Once the line containing "A mechanism is" is found in the records below, return it and each following line exactly, up to and including the line containing "checks it; it", and nothing else.

[Data extract Boundary: Start]

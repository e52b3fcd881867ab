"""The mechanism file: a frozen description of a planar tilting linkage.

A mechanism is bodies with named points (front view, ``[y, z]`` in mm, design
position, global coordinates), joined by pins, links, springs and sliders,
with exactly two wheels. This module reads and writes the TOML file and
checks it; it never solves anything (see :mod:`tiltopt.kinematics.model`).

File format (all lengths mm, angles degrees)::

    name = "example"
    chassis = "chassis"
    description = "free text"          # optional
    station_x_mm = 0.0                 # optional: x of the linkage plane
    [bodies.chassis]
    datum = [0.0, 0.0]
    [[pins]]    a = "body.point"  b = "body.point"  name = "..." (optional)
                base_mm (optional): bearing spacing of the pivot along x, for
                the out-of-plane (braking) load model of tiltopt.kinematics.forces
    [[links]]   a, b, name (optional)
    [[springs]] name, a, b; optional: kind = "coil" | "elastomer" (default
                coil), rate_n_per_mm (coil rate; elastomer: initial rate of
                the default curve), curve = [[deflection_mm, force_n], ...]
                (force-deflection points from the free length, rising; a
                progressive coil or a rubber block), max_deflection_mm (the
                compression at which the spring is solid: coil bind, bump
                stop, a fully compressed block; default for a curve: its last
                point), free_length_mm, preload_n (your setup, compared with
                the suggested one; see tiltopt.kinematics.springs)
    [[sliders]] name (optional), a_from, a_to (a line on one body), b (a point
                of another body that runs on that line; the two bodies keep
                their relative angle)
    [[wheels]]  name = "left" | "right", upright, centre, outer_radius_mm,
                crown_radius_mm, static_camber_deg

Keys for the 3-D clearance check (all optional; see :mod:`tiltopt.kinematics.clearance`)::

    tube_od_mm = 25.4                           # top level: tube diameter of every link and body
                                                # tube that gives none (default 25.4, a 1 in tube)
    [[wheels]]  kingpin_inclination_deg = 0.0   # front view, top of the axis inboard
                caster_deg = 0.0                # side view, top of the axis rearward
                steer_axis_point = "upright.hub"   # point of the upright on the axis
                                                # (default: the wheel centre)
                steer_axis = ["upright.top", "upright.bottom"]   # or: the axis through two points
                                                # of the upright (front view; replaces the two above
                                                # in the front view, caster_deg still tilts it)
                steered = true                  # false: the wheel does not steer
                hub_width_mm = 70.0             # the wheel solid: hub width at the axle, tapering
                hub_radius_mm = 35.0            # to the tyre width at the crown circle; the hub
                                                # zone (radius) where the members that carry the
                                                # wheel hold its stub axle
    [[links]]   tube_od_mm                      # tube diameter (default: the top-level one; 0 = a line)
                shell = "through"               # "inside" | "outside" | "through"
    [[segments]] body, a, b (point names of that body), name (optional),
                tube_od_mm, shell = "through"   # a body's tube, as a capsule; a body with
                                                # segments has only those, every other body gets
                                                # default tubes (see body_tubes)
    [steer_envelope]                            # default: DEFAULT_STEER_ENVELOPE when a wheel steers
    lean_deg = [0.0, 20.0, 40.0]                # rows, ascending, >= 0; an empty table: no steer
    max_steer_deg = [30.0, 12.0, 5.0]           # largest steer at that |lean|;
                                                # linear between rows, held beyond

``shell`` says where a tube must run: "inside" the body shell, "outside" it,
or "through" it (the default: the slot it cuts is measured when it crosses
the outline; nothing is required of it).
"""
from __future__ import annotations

[Data extract Boundary: End]

Answer
A mechanism is bodies with named points (front view, ``[y, z]`` in mm, design
position, global coordinates), joined by pins, links, springs and sliders,
with exactly two wheels. This module reads and writes the TOML file and
checks it; it never solves anything (see :mod:`tiltopt.kinematics.model`).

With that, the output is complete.